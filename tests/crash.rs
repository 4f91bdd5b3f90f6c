//! Crash recovery: the real `plumbline serve` binary on a temporary data
//! directory with `durability = full`, several concurrent clients streaming
//! units, predictions and outcomes, and a SIGKILL at a seeded random moment.
//! After a restart on the same directory every batch that was not
//! acknowledged is retried, and so is every batch that was. Each trial
//! checks that acknowledged rows are all there exactly once, that every
//! batch is all-or-nothing (a retry is wholly new or wholly duplicate), that
//! retries of acknowledged batches are duplicates, and that a recompute
//! gives the same scoreboard as a clean server fed the same accepted data.

mod common;

use std::collections::BTreeSet;
use std::net::SocketAddr;
use std::path::Path;
use std::process::{Child, Command, Stdio};
use std::sync::{Arc, Mutex};
use std::time::{Duration, Instant};

use common::service::*;
use plumbline::api::pb;
use rand::{Rng, SeedableRng};
use rand_chacha::ChaCha8Rng;
use sqlx::sqlite::SqliteConnectOptions;
use sqlx::{ConnectOptions, Connection};
use tonic::transport::Channel;

const TRIALS: u64 = 20;
const BATCHES: usize = 12;
const PER_BATCH: usize = 20;
const CLIENTS: usize = 3;
const DS: &str = "crash";
const MODELS: [&str; 2] = ["m-linear", "m-flat"];

/// One batch of the workload: its units, both models' predictions for
/// them, and their outcomes, each sent as its own single-batch call.
#[derive(Clone)]
struct Batch {
    units: Vec<pb::UnitRow>,
    predictions: Vec<pb::PredictionRow>,
    outcomes: Vec<pb::OutcomeRow>,
}

fn workload(seed: u64) -> Vec<Batch> {
    let mut rng = ChaCha8Rng::seed_from_u64(seed);
    (0..BATCHES)
        .map(|b| {
            let mut batch = Batch {
                units: Vec::new(),
                predictions: Vec::new(),
                outcomes: Vec::new(),
            };
            for i in 0..PER_BATCH {
                let key = format!("b{b}-u{i}");
                let x = [rng.gen_range(-1.0..1.0), rng.gen_range(-1.0..1.0)];
                let w = f64::from(rng.gen_range(0..2u8));
                let tau = 1.0 + x[1];
                let y = x[0] + w * tau + rng.gen_range(-0.5..0.5);
                batch
                    .units
                    .push(unit_row(&key, &x, w, Some(0.5), &format!("c{}", b % 3)));
                for (m, effect) in MODELS.iter().zip([tau, 1.0]) {
                    batch.predictions.push(pb::PredictionRow {
                        model: (*m).into(),
                        unit_key: key.clone(),
                        effect,
                        predicted_at_ms: 0,
                        arm: String::new(),
                    });
                }
                batch.outcomes.push(pb::OutcomeRow {
                    unit_key: key,
                    value: y,
                    observed_at_ms: 0,
                });
            }
            batch
        })
        .collect()
}

/// Which calls were acknowledged: [batch][units, predictions, outcomes].
type Acks = Arc<Mutex<Vec<[bool; 3]>>>;

fn free_addr() -> SocketAddr {
    std::net::TcpListener::bind("127.0.0.1:0")
        .and_then(|l| l.local_addr())
        .expect("free port")
}

/// A `plumbline serve` child process, killed if the test fails.
struct ServerProcess {
    child: Child,
    grpc: SocketAddr,
}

■ **WHAT YOU ARE ASKED TO DO**
Give again, exactly as written, the lines running from the first line of the data above through the line that contains "let y = x[0]".

■ **SOLUTION TO THIS TASK**
filename tests/crash.rs
repository 4f91bdd5b3f90f6c
//! Crash recovery: the real `plumbline serve` binary on a temporary data
//! directory with `durability = full`, several concurrent clients streaming
//! units, predictions and outcomes, and a SIGKILL at a seeded random moment.
//! After a restart on the same directory every batch that was not
//! acknowledged is retried, and so is every batch that was. Each trial
//! checks that acknowledged rows are all there exactly once, that every
//! batch is all-or-nothing (a retry is wholly new or wholly duplicate), that
//! retries of acknowledged batches are duplicates, and that a recompute
//! gives the same scoreboard as a clean server fed the same accepted data.

mod common;

use std::collections::BTreeSet;
use std::net::SocketAddr;
use std::path::Path;
use std::process::{Child, Command, Stdio};
use std::sync::{Arc, Mutex};
use std::time::{Duration, Instant};

use common::service::*;
use plumbline::api::pb;
use rand::{Rng, SeedableRng};
use rand_chacha::ChaCha8Rng;
use sqlx::sqlite::SqliteConnectOptions;
use sqlx::{ConnectOptions, Connection};
use tonic::transport::Channel;

const TRIALS: u64 = 20;
const BATCHES: usize = 12;
const PER_BATCH: usize = 20;
const CLIENTS: usize = 3;
const DS: &str = "crash";
const MODELS: [&str; 2] = ["m-linear", "m-flat"];

/// One batch of the workload: its units, both models' predictions for
/// them, and their outcomes, each sent as its own single-batch call.
#[derive(Clone)]
struct Batch {
    units: Vec<pb::UnitRow>,
    predictions: Vec<pb::PredictionRow>,
    outcomes: Vec<pb::OutcomeRow>,
}

fn workload(seed: u64) -> Vec<Batch> {
    let mut rng = ChaCha8Rng::seed_from_u64(seed);
    (0..BATCHES)
        .map(|b| {
            let mut batch = Batch {
                units: Vec::new(),
                predictions: Vec::new(),
                outcomes: Vec::new(),
            };
            for i in 0..PER_BATCH {
                let key = format!("b{b}-u{i}");
                let x = [rng.gen_range(-1.0..1.0), rng.gen_range(-1.0..1.0)];
                let w = f64::from(rng.gen_range(0..2u8));
                let tau = 1.0 + x[1];
                let y = x[0] + w * tau + rng.gen_range(-0.5..0.5);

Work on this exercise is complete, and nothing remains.